熊本県立美術館は、熊本県熊本市中央区にある県立の美術館で、熊本城の二の丸公園内に位置しています。この美術館は、地元熊本の文化や芸術を保存・展示し、国内外の美術品も多く所蔵しています。さらに、文化教育の普及活動も盛んに行われ、訪れる人々に美術と触れ合う機会を提供しています。
本館には、企画展示室や装飾古墳室、常設展示室、浜田知明室があり、また細川コレクション永青文庫展示室も別棟として設けられています。中2階にはロビーと喫茶店があり、2階には常設展示室が広がっています。訪れる人々は、美術鑑賞の後にリラックスできる空間も充実しています。
分館には、1階から4階にわたって展示室が配置されており、ギャラリーや喫茶店も併設されています。特徴的な屋根上からは、熊本城や市街地の景観を楽しむことができ、訪れた人々に特別な体験を提供しています。

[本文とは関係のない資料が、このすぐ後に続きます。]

import { cutLines, NOTHING, type Encoder } from './encoder.ts';

/** Comma-separated numbers (RFC 4180 but for LF line ends), one attitude a line; each the shortest text that reads back to the same double. */
export function csvEncoder(width: number, names: readonly string[] | null): Encoder {
  return {
    opening: names ? Buffer.from(`${names.join(',')}\n`) : NOTHING,
    rows(numbers) {
      let text = '';
      for (let i = 0; i < numbers.length; i += width) {
        text += numbers[i]!;
        for (let k = 1; k < width; k++) text += `,${numbers[i + k]!}`;
        text += '\n';
      }
      return Buffer.from(text, 'latin1');
    },
    cut: cutLines,
    closing: () => NOTHING,
    // A line that no reader of numbers can take for an attitude.
    refusal: ({ code, row, message }) => Buffer.from(`problem,${code},${row ?? ''},"${message.replaceAll('"', '""')}"\n`),
  };
}
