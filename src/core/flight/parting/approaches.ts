/** Where drones come nearest to one another on the way. */
import { type Bends, leaveWeight, pointsAt, reachWeight } from "./bends.ts";
import { createCells } from "./cells.ts";

/** Approach k: drones first[k] < second[k] are nearest at s = at[k], distance[k] apart. A pair may have several. */
export interface Approaches {
	count: number;
	first: Int32Array;
	second: Int32Array;
	at: Float64Array;
	/** In the measure of spacing. */
	distance: Float64Array;
}

export interface Lookout {
	/** All approaches under `within`, from scratch. */
	look(within: number): Approaches;
	/** From now on looks at twice as many instants. @returns false where it can't look more closely */
	sharpen(): boolean;
	/** The same approaches after the bends have changed a little. */
	follow(): void;
}

/** Two drones are looked at when an instant finds them nearer than this many gaps. */
const SIGHT = 1.6;
const FEWEST_INSTANTS = 16;
const MOST_INSTANTS = 96;
const SHARPEST = 256;
/** Steps of Newton's method towards the nearest point. */
const STEPS = 3;

/** @param gap distance to be kept, measure of spacing; @param bends are read anew at each call */
export function createLookout(bends: Bends, gap: number): Lookout {
	const count = bends.start.length / 3;
	let far = 0;
	for (let i = 0; i < count; i++) {
		far = Math.max(far, Math.hypot(bends.way[3 * i], bends.way[3 * i + 1], bends.way[3 * i + 2]));
	}
	// Two drones that close in by r between instants are seen nearer than √(gap² + r²/4) at one of them.
	let instants = Math.min(MOST_INSTANTS, Math.max(FEWEST_INSTANTS, Math.ceil(far / (1.5 * gap))));
	let points = rows(instants + 1, 3 * count);
	const cells = createCells(count);
	const found: Approaches = {
		count: 0,
		first: new Int32Array(4 * count),
		second: new Int32Array(4 * count),
		at: new Float64Array(4 * count),
		distance: new Float64Array(4 * count),
	};
	const nearest = { at: 0, distance: 0 };
	let bound = 0;

	const take = (i: number, j: number, from: number): void => {
		descend(bends, i, j, from, 1 / instants, nearest);
		// An end itself can't be bent.
		if (nearest.distance >= bound || nearest.at <= 0 || nearest.at >= 1) return;
		if (found.count === found.first.length) grow(found);
		const k = found.count++;
		found.first[k] = Math.min(i, j);
		found.second[k] = Math.max(i, j);
		found.at[k] = nearest.at;
		found.distance[k] = nearest.distance;
	};

	function look(within: number): Approaches {
		bound = within;
		found.count = 0;
		for (let k = 0; k <= instants; k++) pointsAt(bends, k / instants, points[k]);
		for (let k = 0; k <= instants; k++) {
			const here = points[k];
			const before = points[Math.max(0, k - 1)];
			const after = points[Math.min(instants, k + 1)];
			cells.pairs(here, SIGHT * gap, (i, j) => {
				const now = squareOf(here, i, j);
				// At an end: only where they set out towards each other.
				if (k === 0) {
					take(i, j, closing(bends, i, j, 0) < 0 ? 0 : 0.5 / instants);
				} else if (k === instants) {
					take(i, j, closing(bends, i, j, 1) > 0 ? 1 : 1 - 0.5 / instants);
				} else if (now <= squareOf(before, i, j) && now < squareOf(after, i, j)) take(i, j, k / instants);
			});
		}
		return found;
	}

	function follow(): void {
		for (let k = 0; k < found.count; k++) {
			descend(bends, found.first[k], found.second[k], found.at[k], 1 / instants, nearest);
			found.at[k] = nearest.at;
			found.distance[k] = nearest.distance;
		}
	}
	function sharpen(): boolean {
		if (instants >= SHARPEST) return false;
		instants *= 2;
		points = rows(instants + 1, 3 * count);
		return true;
	}
	return { look, sharpen, follow };
}

const rows = (many: number, length: number): Float64Array[] =>
	Array.from({ length: many }, () => new Float64Array(length));

function squareOf(points: Float64Array, i: number, j: number): number {
	const x = points[3 * j] - points[3 * i];
	const y = points[3 * j + 1] - points[3 * i + 1];
	const z = points[3 * j + 2] - points[3 * i + 2];
	return x * x + y * y + z * z;
}

/** Half the slope of |D|² at an end. */
function closing({ start, way, leave, reach }: Bends, i: number, j: number, end: 0 | 1): number {
	let slope = 0;
	for (let axis = 0; axis < 3; axis++) {
		const [a, b] = [3 * i + axis, 3 * j + axis];
		const w = way[b] - way[a];
		const d = start[b] - start[a] + end * w;
		slope += d * (end === 0 ? w + leave[b] - leave[a] : w - (reach[b] - reach[a]));
	}
	return slope;
}

/** The least of |D| about `from`, no further off than `reachable`, by Newton's method on its slope. */
function descend(
	{ start, way, leave, reach }: Bends,
	i: number,
	j: number,
	from: number,
	reachable: number,
	nearest: { at: number; distance: number },
): void {
	let s = from;
	let least = Infinity;
	for (let step = 0; step <= STEPS; step++) {
		const f = leaveWeight(s);
		const g = reachWeight(s);
		const [f1, g1] = [1 - 4 * s + 3 * s * s, 2 * s - 3 * s * s];
		const [f2, g2] = [6 * s - 4, 2 - 6 * s];
		let [square, slope, bend] = [0, 0, 0];
		for (let axis = 0; axis < 3; axis++) {
			const [a, b] = [3 * i + axis, 3 * j + axis];
			const w = way[b] - way[a];
			const p = leave[b] - leave[a];
			const q = reach[b] - reach[a];
			const d = start[b] - start[a] + s * w + f * p + g * q;
			const d1 = w + f1 * p + g1 * q;
			square += d * d;
			slope += d * d1;
			bend += d1 * d1 + d * (f2 * p + g2 * q);
		}
		if (square < least) {
			least = square;
			nearest.at = s;
		}
		if (bend <= 0 || step === STEPS) break;
		const next = Math.min(1, from + reachable, Math.max(0, from - reachable, s - slope / bend));
		if (next === s) break;
		s = next;
	}
	nearest.distance = Math.sqrt(least);
}

function grow(found: Approaches): void {
	const wider = <T extends Int32Array | Float64Array>(old: T, next: T): T => {
		next.set(old);
		return next;
	};
	const room = 2 * found.first.length;
	found.first = wider(found.first, new Int32Array(room));
	found.second = wider(found.second, new Int32Array(room));
	found.at = wider(found.at, new Float64Array(room));
	found.distance = wider(found.distance, new Float64Array(room));
}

熊本県立美術館は、地元ゆかりの美術品に加え、西洋美術の優れたコレクションも所蔵しています。その中でも、幼少期を熊本で過ごした藤田嗣治(レオナール=ツグハル・フジタ)の作品が中心となっています。また、ルノワールの『胸に花を飾る少女』やロダンの『接吻』など、世界的に知られる作品も展示されています。
日本美術のコレクションには、熊本藩時代の文化を継承した矢野派や狩野派に属する絵画や書画が含まれています。また、熊本県ゆかりの焼物や近代絵画、彫刻も展示されており、これらの美術品を通じて熊本の伝統的な芸術文化を感じることができます。
熊本県は、熊本藩主細川家に伝わる文化財を保存・公開する財団法人永青文庫と協定を結び、「細川コレクション 永青文庫展示室」を設置しています。この展示室では、永青文庫所蔵の貴重な美術品が定期的に入れ替えられながら展示され、来館者は常に新たな発見ができます。2012年には、展示室が改修され、さらに充実した内容で公開されています。
熊本県立美術館には、今西菊松による『今西コレクション』も展示されています。今西菊松は、NHK熊本放送局で勤務しながら、絵画、版画、工芸品など多岐にわたる美術品を蒐集した人物です。このコレクションには、肉筆浮世絵や漆芸家、現代工芸作家の作品が多数含まれています。今西の遺族から寄贈された作品は、現在美術館で440点以上が所蔵されており、その価値は高く評価されています。
本館は、熊本城二の丸公園の敷地内にあり、前川國男によって設計されました。館内には、熊本出身の版画家である浜田知明の作品を展示する「浜田知明室」があり、また熊本県内に点在する装飾古墳の模型を展示する「装飾古墳室」も設置されています。これらの展示により、熊本の歴史や文化をより深く学ぶことができます。
さらに、絵画の実技講座や鑑賞会、親子で参加できるワークショップも定期的に開催され、美術教育の普及にも力を入れています。本館には約3,300点の美術品が所蔵されており、その豊富なコレクションは多くの来館者に親しまれています。
熊本県立美術館は、その独特な建築デザインでも高く評価されています。2006年には日本建築家協会25年賞を受賞し、2017年にはDOCOMOMO JAPANによって「日本におけるモダン・ムーブメントの建築」に選定されました。このような評価は、美術館が単なる展示施設に留まらず、建築的にも重要な文化財であることを示しています。
熊本県立美術館の分館(英: Kumamoto Prefectural Museum of Art Chibajo Branch)は、熊本城本丸東側の千葉城町に位置し、地上4階、地下1階建ての建物です。この分館は、旧熊本県立図書館を大幅に改築したもので、スペインの建築家による設計が採用され、天草の自然石を使用して熊本城の石垣と調和した外観が特徴です。1992年10月に開館し、以来多くの来館者に利用されています。
熊本県立美術館本館へのアクセスは、熊本城周遊バス「しろめぐりん」が便利です。バス停から美術館までは徒歩約200mです。また、熊本市電B系統を利用し、蔚山町電停から徒歩約700mで到着できます。
分館へのアクセスも、熊本城周遊バス「しろめぐりん」を利用することができます。分館前にバス停があり、徒歩すぐの場所に位置しています。また、熊本市電A系統・B系統の「熊本城・市役所前電停」から徒歩約500mの距離にあります。
熊本県立美術館は、地元の芸術文化を体感できる貴重な場所であり、幅広い展示内容とアクセスの良さから、多くの人々に親しまれています。特に、熊本城との歴史的な調和や美術教育活動に力を入れている点は、他の美術館とは一線を画す魅力です。